Bringing it Together
Most wouldn’t describe database architecture as sexy. But it’s vital to get right before you have customers or their data. How you organize, scale and secure this data has an impact on not only your technology but also the scalability of your business model. Start with at least a server in three different data centers or availability zones. Choose a replication technology that allows them to precisely and reliably communicate with each other. Examine the relationship between your users to decide whether you should partition your data. Consider stored procedures to secure the data you have. The biggest challenge is not making a decision to take this approach, but getting comfortable veering from popular database management systems like MySQL.

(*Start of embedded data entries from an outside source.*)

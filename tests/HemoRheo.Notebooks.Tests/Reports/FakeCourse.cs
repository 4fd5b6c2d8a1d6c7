namespace HemoRheo.Notebooks.Tests.Reports;

/// <summary>An invented instrument checked weekly: steady for 22 weeks, then it drifts; right at high torque, failed at low at its last check.</summary>
internal static class FakeCourse
{
    private static readonly double[] Pattern = [0.002, -0.003, 0.001, 0.004, -0.002, -0.004, 0.003, -0.001];

    public static DateTimeOffset Start { get; } = new(2031, 3, 3, 9, 0, 0, TimeSpan.FromHours(1));

    public static InstrumentCourse Course { get; } = new(new("R1 <i>", 2e-7, 2e-8, 0.05, TimeSpan.FromDays(8), 0.03, null, []), Enumerable.Range(0, 32).Select(Check).ToItems());

    public static InstrumentReview Review { get; } = Of(Course);

    /// <summary>A review on the day after the last check, with samples in doubt for many reasons.</summary>
    public static InstrumentReview Of(InstrumentCourse course)
    {
        var at = Start.AddDays(7 * 31 + 1);
        var doubts = Enumerable.Range(0, 90).Select(i => new SampleInDoubt(FakeStudy.Names[i % FakeStudy.Names.Length] + i, 1, at.AddHours(i - 200), i < 40 ? InstrumentStatus.InDoubt : InstrumentStatus.Failed, $"Failed afterwards at check 'W-{i / 10}' of 2031-09-01; the last passed one was check 'V' of 2031-08-25."));
        return new("Invented & <b>bold</b>", course, at, course.At(at), course.ControlChart(), 240, doubts.ToItems(), new(33, new string('e', 64), null), []);
    }

    private static LoggedCheck Check(int week)
    {
        var error = Pattern[week % Pattern.Length] + Math.Max(0, week - 22) * 0.0009;
        var value = new Value(error, [new(new(SourceKind.Day, $"R1/{week}"), 0.0035, "checks R1", 25), new(new(SourceKind.Certificate, "LOT"), 0.002)]);
        var low = week == 31 ? CheckOutcome.Fails : CheckOutcome.Passes;
        return new("R1 <i>", $"W-{week + 1}", 1, Start.AddDays(7 * week), "oil <5>", "=LOT", new(37), new(0.005 * Math.Exp(error)), new(0.005), value, 0.03, CheckOutcome.Passes, 0.98, [], null, null)
        {
            Bands = [new(new(1e-7, 1e-6), 3, error, 0.01, low, 0.4), new(new(1e-6, 1e-5), 4, error, 0.006, CheckOutcome.CannotTell, 0.9), new(new(1e-5, 1e-4), 5, error, 0.004, CheckOutcome.Passes, 0.98)],
        };
    }
}
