using static System.FormattableString;

namespace HemoRheo;

/// <summary>
/// Loadings of one sample fitted together: stress of loading l = exp(f_l) x law(rate), the law's parameters shared and the f_l summing to zero.
/// The parameters so speak of the geometric mean of the loadings.
/// </summary>
/// <param name="Joint">The joint fit: the law's parameters, then a factor exp(f_l) for every loading.</param>
/// <remarks>
/// Standard errors of the parameters hold the errors of the readings and not the scatter between loadings, of which the mean of L loadings keeps s/sqrt(L).
/// That part stands beside the fit's in values derived from it, such as <c>loadings.ApparentViscosity(at)</c>: with A the variance of the f_l and V what the fit explains of it, (A - V)/L with A - V kept between A/10 and A, on (L - 1) m^2 degrees of freedom, m = (A - V)/A.
/// </remarks>
public sealed record LoadingsFit(JointFit Joint)
{
    private const double LeastShare = 0.1;

    /// <summary>The law.</summary>
    public FlowLaw Law => Joint.Laws[0];

    /// <summary>Whether values may be taken from this fit.</summary>
    public bool Usable => Joint.Usable;

    /// <summary>Findings about the fit.</summary>
    public Items<Finding> Findings => Joint.Findings;

    /// <summary>How much thicker each loading reads than their geometric mean.</summary>
    public Items<LoadingFactor> Factors => Joint.Parameters
        .Where(IsFactor)
        .Select(parameter => new LoadingFactor(Joint.Curves[parameter.Curve!.Value].Label, parameter.Number.Estimate, parameter.Number.StandardError / parameter.Number.Estimate))
        .ToItems();

    /// <summary>Standard deviation of the factors' logarithms, on one degree of freedom less than loadings; the errors of the readings are still in it.</summary>
    public double Scatter => Math.Sqrt(Logs().Sum(f => f * f) / (Joint.Curves.Count - 1));

    /// <summary>Share of the factors' variance that the errors of the readings do not explain, kept between 0.1 and 1.</summary>
    public double ShareOfLoadings => Math.Clamp(ShareLeft, LeastShare, 1);

    /// <summary>A parameter of the law by its name.</summary>
    /// <param name="name">Its name.</param>
    /// <exception cref="ArgumentException">There is no such parameter.</exception>
    public FittedParameter this[string name] => Joint[name];

    /// <summary>One row a parameter and a factor.</summary>
    public Table ToTable() => Joint.ToTable();

    /// <inheritdoc/>
    public override string ToString() => Joint.ToString();

    /// <summary>The loadings of a joint fit; scatter that the readings explain is a finding.</summary>
    internal static LoadingsFit Of(JointFit joint)
    {
        var fit = new LoadingsFit(joint);
        if (joint.Covariance.Count == 0 || fit.ShareLeft >= LeastShare) return fit;
        var words = Invariant($"{joint.LawName}: the factors of {joint.Curves.Count} loadings scatter by {100 * fit.Scatter:G2} %, of which errors of the readings explain {100 * Math.Sqrt(fit.Explained):G2} %.");
        return new(joint with { Findings = joint.Findings.With([FittingFindings.LoadingScatterHidden.At(joint.Where, words, fit.ShareLeft, LeastShare)]) });
    }

    /// <summary>What the scatter between loadings adds to the mean of these, for a quantity whose working value moves by this response when every stress is raised by a relative unit.</summary>
    internal Contribution LoadingPart(double response) => new(
        new(SourceKind.Loading, $"{Joint.Samples}/0"),
        response * Scatter * Math.Sqrt(ShareOfLoadings / Joint.Curves.Count),
        $"loadings of {Joint.Samples}",
        (Joint.Curves.Count - 1) * ShareOfLoadings * ShareOfLoadings);

    /// <summary>The mean loading as a fit of all points: what measurands are asked of.</summary>
    internal FittedLaw Mean() => Joint.Part(0, Joint.Curves[0] with
    {
        Label = Joint.Curves[0].Label with { Sample = Joint.Samples, Loading = 0 },
        Points = Joint.Curves.SelectMany(curve => curve.Points).ToItems(),
    });

    private double Explained => Places().Sum(k => Joint.Covariance[k * Joint.Scaled.Count + k]) / (Joint.Curves.Count - 1);

    private double ShareLeft => Scatter > 0 ? 1 - Explained / (Scatter * Scatter) : 0;

    private IEnumerable<double> Logs() => Places().Select(k => Joint.Scaled[k]);

    private IEnumerable<int> Places() => Enumerable.Range(0, Joint.Parameters.Count).Where(k => IsFactor(Joint.Parameters[k]));

    private static bool IsFactor(JointParameter parameter) => ReferenceEquals(parameter.Number.Parameter, LoadingFactor.Parameter);
}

“Don’t make decisions around database architecture as if you’re Google. But also don’t put constraints on your startup that’ll eliminate its chance to be ‘a Google’ in the future. The truth is that many startups will fail well before some of these issues matter. But ask yourself: are you optimizing for success or failure?” asks Barrett. “It was rigorous requirements and chance early on that got us thinking more thoughtfully about database architecture. We now know that foundation helped us not only scale with the requirements we anticipated, but support all the amazing deep data and artificial intelligence opportunities we could have never imagined. That’s only possible given the decisions we first made with our database architecture, which keep all our data in one giant bucket that can be sliced, diced, and intermingled in any conceivable fashion. The alternative is grim. If you don't realize you're building a prison on your first day, those bars get really hard to move.”